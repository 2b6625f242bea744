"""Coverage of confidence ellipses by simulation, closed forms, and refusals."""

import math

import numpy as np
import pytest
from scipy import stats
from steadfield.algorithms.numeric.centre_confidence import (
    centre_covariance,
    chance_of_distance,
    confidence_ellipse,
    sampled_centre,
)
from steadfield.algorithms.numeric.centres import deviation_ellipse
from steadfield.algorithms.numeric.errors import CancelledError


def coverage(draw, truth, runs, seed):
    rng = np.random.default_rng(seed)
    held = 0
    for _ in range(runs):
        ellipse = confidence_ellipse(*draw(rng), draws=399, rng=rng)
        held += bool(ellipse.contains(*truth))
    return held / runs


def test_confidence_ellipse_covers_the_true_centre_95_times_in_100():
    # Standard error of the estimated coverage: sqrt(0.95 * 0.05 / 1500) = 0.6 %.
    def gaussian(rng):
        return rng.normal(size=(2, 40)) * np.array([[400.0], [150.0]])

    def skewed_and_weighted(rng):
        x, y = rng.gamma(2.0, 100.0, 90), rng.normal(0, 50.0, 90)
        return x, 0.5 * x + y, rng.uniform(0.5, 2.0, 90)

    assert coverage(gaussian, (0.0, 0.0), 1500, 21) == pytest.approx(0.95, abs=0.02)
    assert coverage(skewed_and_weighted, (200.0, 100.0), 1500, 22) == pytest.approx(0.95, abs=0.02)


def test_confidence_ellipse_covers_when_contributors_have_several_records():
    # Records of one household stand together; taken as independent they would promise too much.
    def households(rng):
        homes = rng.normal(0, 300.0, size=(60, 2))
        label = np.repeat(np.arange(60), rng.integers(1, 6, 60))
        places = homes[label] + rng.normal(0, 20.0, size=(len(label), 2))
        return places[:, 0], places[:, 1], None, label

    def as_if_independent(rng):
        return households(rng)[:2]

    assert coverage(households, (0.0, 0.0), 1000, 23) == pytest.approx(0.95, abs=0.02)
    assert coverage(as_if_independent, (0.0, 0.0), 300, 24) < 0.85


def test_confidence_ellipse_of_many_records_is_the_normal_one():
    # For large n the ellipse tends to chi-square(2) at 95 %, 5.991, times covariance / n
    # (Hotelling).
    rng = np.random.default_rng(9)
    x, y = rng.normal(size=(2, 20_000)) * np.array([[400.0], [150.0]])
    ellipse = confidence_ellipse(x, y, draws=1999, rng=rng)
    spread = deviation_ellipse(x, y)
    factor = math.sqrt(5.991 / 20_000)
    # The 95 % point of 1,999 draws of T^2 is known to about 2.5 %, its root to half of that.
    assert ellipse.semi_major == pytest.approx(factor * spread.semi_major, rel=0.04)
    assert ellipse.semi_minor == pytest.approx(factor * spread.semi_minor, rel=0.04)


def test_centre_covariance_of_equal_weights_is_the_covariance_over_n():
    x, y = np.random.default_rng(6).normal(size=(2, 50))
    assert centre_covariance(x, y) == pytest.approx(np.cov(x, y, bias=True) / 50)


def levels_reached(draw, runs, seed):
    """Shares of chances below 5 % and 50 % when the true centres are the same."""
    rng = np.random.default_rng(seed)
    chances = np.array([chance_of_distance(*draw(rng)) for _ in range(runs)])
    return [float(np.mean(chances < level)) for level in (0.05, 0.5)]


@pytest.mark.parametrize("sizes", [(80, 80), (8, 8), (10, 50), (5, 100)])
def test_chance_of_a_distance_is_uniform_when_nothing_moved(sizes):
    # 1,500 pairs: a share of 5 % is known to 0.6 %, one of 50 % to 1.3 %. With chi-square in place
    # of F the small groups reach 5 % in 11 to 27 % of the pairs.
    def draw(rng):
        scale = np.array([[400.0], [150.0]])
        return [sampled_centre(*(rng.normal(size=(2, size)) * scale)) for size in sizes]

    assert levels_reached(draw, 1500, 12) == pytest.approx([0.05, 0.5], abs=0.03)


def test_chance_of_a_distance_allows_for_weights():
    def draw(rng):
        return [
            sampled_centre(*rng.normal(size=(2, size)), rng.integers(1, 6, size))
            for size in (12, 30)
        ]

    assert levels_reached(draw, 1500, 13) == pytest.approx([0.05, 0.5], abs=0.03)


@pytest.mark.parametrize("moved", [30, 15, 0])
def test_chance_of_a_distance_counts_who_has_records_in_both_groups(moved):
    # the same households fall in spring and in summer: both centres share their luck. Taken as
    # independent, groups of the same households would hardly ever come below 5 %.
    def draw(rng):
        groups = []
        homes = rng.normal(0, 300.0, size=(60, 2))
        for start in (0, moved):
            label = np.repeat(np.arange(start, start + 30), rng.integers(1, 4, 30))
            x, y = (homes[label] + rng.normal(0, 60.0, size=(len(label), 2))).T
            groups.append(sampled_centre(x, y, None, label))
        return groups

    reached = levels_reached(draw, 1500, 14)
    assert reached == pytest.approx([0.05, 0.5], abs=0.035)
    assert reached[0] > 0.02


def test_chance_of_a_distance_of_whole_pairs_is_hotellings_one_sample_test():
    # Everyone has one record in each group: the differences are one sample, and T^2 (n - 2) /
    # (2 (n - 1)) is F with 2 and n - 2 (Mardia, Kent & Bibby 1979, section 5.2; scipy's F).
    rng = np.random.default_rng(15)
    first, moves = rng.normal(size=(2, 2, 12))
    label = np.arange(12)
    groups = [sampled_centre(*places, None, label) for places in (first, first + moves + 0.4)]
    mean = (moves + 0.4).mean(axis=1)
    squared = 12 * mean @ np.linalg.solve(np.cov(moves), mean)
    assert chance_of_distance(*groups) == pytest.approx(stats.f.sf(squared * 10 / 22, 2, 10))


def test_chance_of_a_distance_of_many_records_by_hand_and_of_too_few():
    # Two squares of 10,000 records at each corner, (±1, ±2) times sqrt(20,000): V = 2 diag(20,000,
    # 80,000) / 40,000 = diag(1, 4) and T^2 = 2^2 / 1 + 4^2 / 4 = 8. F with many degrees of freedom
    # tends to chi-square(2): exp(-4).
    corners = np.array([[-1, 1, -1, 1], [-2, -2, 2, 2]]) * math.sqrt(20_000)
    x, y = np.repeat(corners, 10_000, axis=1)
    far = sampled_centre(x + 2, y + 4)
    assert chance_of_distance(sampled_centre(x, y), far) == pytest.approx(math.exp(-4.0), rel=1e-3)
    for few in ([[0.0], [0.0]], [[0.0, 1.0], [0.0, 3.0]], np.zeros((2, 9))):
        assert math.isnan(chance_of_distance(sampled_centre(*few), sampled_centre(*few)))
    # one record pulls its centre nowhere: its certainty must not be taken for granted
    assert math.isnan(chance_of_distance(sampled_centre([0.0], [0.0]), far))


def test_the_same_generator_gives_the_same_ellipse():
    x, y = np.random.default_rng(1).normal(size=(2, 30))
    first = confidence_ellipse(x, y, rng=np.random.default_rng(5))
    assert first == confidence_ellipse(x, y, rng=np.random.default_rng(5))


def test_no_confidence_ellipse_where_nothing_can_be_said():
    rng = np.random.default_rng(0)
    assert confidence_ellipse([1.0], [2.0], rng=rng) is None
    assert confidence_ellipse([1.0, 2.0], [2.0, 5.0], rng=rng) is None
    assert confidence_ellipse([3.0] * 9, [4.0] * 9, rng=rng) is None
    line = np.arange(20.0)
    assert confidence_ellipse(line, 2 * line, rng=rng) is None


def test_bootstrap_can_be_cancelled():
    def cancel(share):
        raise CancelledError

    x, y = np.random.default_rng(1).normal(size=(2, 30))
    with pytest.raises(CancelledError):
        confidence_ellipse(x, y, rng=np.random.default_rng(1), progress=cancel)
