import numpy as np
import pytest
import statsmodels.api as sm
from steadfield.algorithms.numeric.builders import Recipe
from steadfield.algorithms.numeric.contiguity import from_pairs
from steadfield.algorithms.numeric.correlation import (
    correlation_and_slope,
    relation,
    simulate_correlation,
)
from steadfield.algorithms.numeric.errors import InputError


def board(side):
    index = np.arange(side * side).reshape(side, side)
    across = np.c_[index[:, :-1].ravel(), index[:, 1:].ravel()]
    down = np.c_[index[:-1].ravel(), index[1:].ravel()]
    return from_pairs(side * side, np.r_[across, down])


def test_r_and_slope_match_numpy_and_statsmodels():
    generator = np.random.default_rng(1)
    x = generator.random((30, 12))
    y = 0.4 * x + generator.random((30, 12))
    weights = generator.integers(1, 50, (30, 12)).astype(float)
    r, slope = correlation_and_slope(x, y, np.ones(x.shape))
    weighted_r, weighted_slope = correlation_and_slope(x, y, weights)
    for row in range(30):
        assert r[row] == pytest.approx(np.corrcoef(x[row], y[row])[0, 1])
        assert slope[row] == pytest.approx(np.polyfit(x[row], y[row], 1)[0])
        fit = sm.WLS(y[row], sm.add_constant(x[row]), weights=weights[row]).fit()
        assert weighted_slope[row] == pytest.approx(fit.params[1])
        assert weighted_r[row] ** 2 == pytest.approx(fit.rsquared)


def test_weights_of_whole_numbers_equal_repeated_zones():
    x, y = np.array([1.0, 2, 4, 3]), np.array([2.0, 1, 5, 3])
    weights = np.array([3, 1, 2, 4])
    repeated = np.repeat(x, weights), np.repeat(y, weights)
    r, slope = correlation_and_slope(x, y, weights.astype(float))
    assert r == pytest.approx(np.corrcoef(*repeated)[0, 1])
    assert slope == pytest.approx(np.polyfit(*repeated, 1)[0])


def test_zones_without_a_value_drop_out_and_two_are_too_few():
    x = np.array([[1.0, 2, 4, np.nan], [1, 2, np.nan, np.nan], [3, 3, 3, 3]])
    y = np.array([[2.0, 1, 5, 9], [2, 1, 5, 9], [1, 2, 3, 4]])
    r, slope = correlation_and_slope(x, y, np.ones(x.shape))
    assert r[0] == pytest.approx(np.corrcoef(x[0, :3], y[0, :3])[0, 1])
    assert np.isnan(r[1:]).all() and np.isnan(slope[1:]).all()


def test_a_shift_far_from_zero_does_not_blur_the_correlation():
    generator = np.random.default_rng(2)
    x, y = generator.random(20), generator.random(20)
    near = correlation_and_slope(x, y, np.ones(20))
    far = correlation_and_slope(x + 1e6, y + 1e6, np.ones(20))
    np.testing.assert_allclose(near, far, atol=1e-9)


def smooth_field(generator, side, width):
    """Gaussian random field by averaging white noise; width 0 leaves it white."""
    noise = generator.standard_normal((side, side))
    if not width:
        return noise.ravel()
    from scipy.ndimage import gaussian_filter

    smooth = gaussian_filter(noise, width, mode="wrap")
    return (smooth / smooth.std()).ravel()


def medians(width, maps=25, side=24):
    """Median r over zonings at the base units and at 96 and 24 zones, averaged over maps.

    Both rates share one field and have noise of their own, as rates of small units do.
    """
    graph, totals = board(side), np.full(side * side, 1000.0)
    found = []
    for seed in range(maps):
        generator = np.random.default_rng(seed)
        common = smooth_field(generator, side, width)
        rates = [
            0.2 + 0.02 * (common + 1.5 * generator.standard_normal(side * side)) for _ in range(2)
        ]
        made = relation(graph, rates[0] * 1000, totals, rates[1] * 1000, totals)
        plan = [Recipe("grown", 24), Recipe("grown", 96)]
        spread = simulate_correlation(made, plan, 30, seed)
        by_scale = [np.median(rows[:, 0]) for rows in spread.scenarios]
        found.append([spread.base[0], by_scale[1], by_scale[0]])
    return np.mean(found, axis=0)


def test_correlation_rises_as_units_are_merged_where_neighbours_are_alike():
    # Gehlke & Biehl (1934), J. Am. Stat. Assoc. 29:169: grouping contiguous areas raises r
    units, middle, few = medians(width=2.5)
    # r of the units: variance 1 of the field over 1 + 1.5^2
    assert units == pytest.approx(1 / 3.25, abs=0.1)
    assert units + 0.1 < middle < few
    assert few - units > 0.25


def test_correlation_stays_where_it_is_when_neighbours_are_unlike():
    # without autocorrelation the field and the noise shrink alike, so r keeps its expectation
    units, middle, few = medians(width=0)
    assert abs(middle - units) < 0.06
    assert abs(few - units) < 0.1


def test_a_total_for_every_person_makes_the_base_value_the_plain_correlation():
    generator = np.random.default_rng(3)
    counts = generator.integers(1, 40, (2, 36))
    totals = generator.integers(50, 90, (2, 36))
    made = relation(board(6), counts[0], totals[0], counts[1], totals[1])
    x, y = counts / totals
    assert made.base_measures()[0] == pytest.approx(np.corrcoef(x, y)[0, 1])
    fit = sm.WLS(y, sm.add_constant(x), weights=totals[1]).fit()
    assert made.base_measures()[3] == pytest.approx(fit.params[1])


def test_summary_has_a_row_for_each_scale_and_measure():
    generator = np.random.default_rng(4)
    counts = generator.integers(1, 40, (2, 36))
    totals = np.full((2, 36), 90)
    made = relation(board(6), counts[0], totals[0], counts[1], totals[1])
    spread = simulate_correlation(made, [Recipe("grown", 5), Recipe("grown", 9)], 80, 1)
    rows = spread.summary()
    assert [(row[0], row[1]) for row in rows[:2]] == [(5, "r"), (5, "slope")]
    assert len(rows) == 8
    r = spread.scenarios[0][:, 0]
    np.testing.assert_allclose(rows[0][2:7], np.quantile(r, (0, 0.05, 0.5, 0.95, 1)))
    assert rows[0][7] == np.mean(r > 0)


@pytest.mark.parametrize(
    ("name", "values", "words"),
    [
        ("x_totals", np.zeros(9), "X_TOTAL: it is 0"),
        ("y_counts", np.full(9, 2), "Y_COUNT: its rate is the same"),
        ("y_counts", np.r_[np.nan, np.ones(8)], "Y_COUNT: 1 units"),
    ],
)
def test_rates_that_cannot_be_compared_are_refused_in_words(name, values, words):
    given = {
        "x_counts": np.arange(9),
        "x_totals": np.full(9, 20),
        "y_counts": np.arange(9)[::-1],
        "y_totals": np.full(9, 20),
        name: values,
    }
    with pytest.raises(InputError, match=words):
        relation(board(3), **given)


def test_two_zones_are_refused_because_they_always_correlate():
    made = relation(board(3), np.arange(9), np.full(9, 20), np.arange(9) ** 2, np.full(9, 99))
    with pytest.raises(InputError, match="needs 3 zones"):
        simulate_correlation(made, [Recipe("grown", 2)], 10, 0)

..........

How to complete this task:
Your answer must consist solely of the lines above between the line holding "return x, 0.5" and the line holding "places = homes[label]", inclusive, copied exactly.

Result below:
        return x, 0.5 * x + y, rng.uniform(0.5, 2.0, 90)

    assert coverage(gaussian, (0.0, 0.0), 1500, 21) == pytest.approx(0.95, abs=0.02)
    assert coverage(skewed_and_weighted, (200.0, 100.0), 1500, 22) == pytest.approx(0.95, abs=0.02)


def test_confidence_ellipse_covers_when_contributors_have_several_records():
    # Records of one household stand together; taken as independent they would promise too much.
    def households(rng):
        homes = rng.normal(0, 300.0, size=(60, 2))
        label = np.repeat(np.arange(60), rng.integers(1, 6, 60))
        places = homes[label] + rng.normal(0, 20.0, size=(len(label), 2))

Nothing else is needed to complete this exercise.